● Your instructions: When you respond, restate each record exactly as it is given.

○ ○ ○ ○

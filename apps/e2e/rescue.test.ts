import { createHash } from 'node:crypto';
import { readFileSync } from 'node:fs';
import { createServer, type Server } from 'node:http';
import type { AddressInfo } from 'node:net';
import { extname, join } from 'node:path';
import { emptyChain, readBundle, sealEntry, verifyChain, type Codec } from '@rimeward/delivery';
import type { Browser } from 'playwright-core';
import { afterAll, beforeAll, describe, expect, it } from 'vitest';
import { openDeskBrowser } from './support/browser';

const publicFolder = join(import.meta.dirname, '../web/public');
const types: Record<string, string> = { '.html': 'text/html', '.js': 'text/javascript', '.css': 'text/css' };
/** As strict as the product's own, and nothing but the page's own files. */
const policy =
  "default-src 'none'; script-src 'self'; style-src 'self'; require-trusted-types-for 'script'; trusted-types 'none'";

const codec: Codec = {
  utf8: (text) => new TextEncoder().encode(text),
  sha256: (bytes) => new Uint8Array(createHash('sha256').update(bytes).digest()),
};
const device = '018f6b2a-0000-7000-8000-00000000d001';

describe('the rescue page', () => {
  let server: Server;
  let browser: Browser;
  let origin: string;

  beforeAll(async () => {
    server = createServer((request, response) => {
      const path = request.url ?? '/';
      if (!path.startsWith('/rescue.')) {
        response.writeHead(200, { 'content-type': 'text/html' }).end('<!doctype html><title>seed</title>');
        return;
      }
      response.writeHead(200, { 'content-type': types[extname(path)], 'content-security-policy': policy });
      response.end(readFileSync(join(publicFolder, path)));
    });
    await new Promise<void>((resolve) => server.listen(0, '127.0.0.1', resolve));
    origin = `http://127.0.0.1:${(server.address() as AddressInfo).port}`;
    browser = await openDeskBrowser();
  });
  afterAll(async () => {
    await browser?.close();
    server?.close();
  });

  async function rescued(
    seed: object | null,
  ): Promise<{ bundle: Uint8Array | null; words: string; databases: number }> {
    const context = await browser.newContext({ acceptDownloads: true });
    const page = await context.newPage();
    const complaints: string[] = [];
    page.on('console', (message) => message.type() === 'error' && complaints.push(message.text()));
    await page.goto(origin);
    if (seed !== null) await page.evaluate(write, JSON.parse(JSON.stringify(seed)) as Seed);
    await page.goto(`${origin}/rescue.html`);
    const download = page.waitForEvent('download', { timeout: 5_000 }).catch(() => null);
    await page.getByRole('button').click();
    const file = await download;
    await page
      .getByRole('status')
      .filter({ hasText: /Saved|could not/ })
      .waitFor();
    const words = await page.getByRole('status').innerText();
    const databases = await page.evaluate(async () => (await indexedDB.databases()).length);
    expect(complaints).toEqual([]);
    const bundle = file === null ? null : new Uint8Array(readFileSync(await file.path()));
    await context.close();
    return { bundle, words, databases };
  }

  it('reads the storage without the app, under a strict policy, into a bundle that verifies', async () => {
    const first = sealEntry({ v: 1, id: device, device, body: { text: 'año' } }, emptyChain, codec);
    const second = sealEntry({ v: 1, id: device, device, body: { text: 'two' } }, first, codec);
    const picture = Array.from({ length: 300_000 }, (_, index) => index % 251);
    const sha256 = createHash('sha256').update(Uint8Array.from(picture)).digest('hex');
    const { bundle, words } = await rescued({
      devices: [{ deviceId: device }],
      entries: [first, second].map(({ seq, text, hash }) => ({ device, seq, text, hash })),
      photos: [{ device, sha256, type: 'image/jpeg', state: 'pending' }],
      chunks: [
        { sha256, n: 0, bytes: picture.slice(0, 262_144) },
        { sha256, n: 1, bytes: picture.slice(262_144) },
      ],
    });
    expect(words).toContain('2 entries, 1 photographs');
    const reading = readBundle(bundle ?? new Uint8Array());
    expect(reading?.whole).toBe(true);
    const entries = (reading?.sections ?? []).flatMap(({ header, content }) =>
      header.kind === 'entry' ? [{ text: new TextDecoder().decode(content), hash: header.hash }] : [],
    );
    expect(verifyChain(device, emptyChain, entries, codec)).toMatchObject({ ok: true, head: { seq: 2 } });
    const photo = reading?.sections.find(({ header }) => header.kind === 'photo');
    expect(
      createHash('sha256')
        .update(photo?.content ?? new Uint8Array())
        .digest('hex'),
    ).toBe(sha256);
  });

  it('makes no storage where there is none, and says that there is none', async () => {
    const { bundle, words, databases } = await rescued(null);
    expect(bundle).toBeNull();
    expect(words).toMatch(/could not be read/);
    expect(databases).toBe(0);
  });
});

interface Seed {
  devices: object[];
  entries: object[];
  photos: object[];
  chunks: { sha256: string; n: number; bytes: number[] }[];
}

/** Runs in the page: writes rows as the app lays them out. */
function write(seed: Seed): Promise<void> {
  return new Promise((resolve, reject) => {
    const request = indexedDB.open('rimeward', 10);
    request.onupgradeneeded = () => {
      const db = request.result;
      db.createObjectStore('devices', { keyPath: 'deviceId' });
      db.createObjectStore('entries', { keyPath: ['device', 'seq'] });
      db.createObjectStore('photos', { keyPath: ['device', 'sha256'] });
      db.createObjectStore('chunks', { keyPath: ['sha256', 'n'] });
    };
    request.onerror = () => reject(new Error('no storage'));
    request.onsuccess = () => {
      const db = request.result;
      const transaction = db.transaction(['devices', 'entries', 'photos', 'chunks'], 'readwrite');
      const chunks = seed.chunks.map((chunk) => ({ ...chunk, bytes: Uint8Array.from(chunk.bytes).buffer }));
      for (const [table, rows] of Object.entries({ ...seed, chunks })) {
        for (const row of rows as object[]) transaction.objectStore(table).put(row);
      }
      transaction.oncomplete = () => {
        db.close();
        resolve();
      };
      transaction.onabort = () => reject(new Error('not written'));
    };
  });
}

○ ○ ○ ○

● Response below:
filename apps/e2e/rescue.test.ts
import { createHash } from 'node:crypto';
import { readFileSync } from 'node:fs';
import { createServer, type Server } from 'node:http';
import type { AddressInfo } from 'node:net';
import { extname, join } from 'node:path';
import { emptyChain, readBundle, sealEntry, verifyChain, type Codec } from '@rimeward/delivery';
import type { Browser } from 'playwright-core';
import { afterAll, beforeAll, describe, expect, it } from 'vitest';
import { openDeskBrowser } from './support/browser';

const publicFolder = join(import.meta.dirname, '../web/public');
const types: Record<string, string> = { '.html': 'text/html', '.js': 'text/javascript', '.css': 'text/css' };
/** As strict as the product's own, and nothing but the page's own files. */
const policy =
  "default-src 'none'; script-src 'self'; style-src 'self'; require-trusted-types-for 'script'; trusted-types 'none'";

const codec: Codec = {
  utf8: (text) => new TextEncoder().encode(text),
  sha256: (bytes) => new Uint8Array(createHash('sha256').update(bytes).digest()),
};
const device = '018f6b2a-0000-7000-8000-00000000d001';

describe('the rescue page', () => {
  let server: Server;
  let browser: Browser;
  let origin: string;

  beforeAll(async () => {
    server = createServer((request, response) => {
      const path = request.url ?? '/';
      if (!path.startsWith('/rescue.')) {
        response.writeHead(200, { 'content-type': 'text/html' }).end('<!doctype html><title>seed</title>');
        return;
      }
      response.writeHead(200, { 'content-type': types[extname(path)], 'content-security-policy': policy });
      response.end(readFileSync(join(publicFolder, path)));
    });
    await new Promise<void>((resolve) => server.listen(0, '127.0.0.1', resolve));
    origin = `http://127.0.0.1:${(server.address() as AddressInfo).port}`;
    browser = await openDeskBrowser();
  });
  afterAll(async () => {
    await browser?.close();
    server?.close();
  });

  async function rescued(
    seed: object | null,
  ): Promise<{ bundle: Uint8Array | null; words: string; databases: number }> {
    const context = await browser.newContext({ acceptDownloads: true });
    const page = await context.newPage();
    const complaints: string[] = [];
    page.on('console', (message) => message.type() === 'error' && complaints.push(message.text()));
    await page.goto(origin);
    if (seed !== null) await page.evaluate(write, JSON.parse(JSON.stringify(seed)) as Seed);
    await page.goto(`${origin}/rescue.html`);
    const download = page.waitForEvent('download', { timeout: 5_000 }).catch(() => null);
    await page.getByRole('button').click();
    const file = await download;
    await page
      .getByRole('status')
      .filter({ hasText: /Saved|could not/ })
      .waitFor();
    const words = await page.getByRole('status').innerText();
    const databases = await page.evaluate(async () => (await indexedDB.databases()).length);
    expect(complaints).toEqual([]);
    const bundle = file === null ? null : new Uint8Array(readFileSync(await file.path()));
    await context.close();
    return { bundle, words, databases };
  }

  it('reads the storage without the app, under a strict policy, into a bundle that verifies', async () => {
    const first = sealEntry({ v: 1, id: device, device, body: { text: 'año' } }, emptyChain, codec);
    const second = sealEntry({ v: 1, id: device, device, body: { text: 'two' } }, first, codec);
    const picture = Array.from({ length: 300_000 }, (_, index) => index % 251);
    const sha256 = createHash('sha256').update(Uint8Array.from(picture)).digest('hex');
    const { bundle, words } = await rescued({
      devices: [{ deviceId: device }],
      entries: [first, second].map(({ seq, text, hash }) => ({ device, seq, text, hash })),
      photos: [{ device, sha256, type: 'image/jpeg', state: 'pending' }],
      chunks: [
        { sha256, n: 0, bytes: picture.slice(0, 262_144) },
        { sha256, n: 1, bytes: picture.slice(262_144) },
      ],
    });
    expect(words).toContain('2 entries, 1 photographs');
    const reading = readBundle(bundle ?? new Uint8Array());
    expect(reading?.whole).toBe(true);
    const entries = (reading?.sections ?? []).flatMap(({ header, content }) =>
      header.kind === 'entry' ? [{ text: new TextDecoder().decode(content), hash: header.hash }] : [],
    );
    expect(verifyChain(device, emptyChain, entries, codec)).toMatchObject({ ok: true, head: { seq: 2 } });
    const photo = reading?.sections.find(({ header }) => header.kind === 'photo');
    expect(
      createHash('sha256')
        .update(photo?.content ?? new Uint8Array())
        .digest('hex'),
    ).toBe(sha256);
  });

  it('makes no storage where there is none, and says that there is none', async () => {
    const { bundle, words, databases } = await rescued(null);
    expect(bundle).toBeNull();
    expect(words).toMatch(/could not be read/);
    expect(databases).toBe(0);
  });
});

interface Seed {
  devices: object[];
  entries: object[];
  photos: object[];
  chunks: { sha256: string; n: number; bytes: number[] }[];
}

/** Runs in the page: writes rows as the app lays them out. */
function write(seed: Seed): Promise<void> {
  return new Promise((resolve, reject) => {
    const request = indexedDB.open('rimeward', 10);
    request.onupgradeneeded = () => {
      const db = request.result;
      db.createObjectStore('devices', { keyPath: 'deviceId' });
      db.createObjectStore('entries', { keyPath: ['device', 'seq'] });
      db.createObjectStore('photos', { keyPath: ['device', 'sha256'] });
      db.createObjectStore('chunks', { keyPath: ['sha256', 'n'] });
    };
    request.onerror = () => reject(new Error('no storage'));
    request.onsuccess = () => {
      const db = request.result;
      const transaction = db.transaction(['devices', 'entries', 'photos', 'chunks'], 'readwrite');
      const chunks = seed.chunks.map((chunk) => ({ ...chunk, bytes: Uint8Array.from(chunk.bytes).buffer }));
      for (const [table, rows] of Object.entries({ ...seed, chunks })) {
        for (const row of rows as object[]) transaction.objectStore(table).put(row);
      }
      transaction.oncomplete = () => {
        db.close();
        resolve();
      };
      transaction.onabort = () => reject(new Error('not written'));
    };
  });
}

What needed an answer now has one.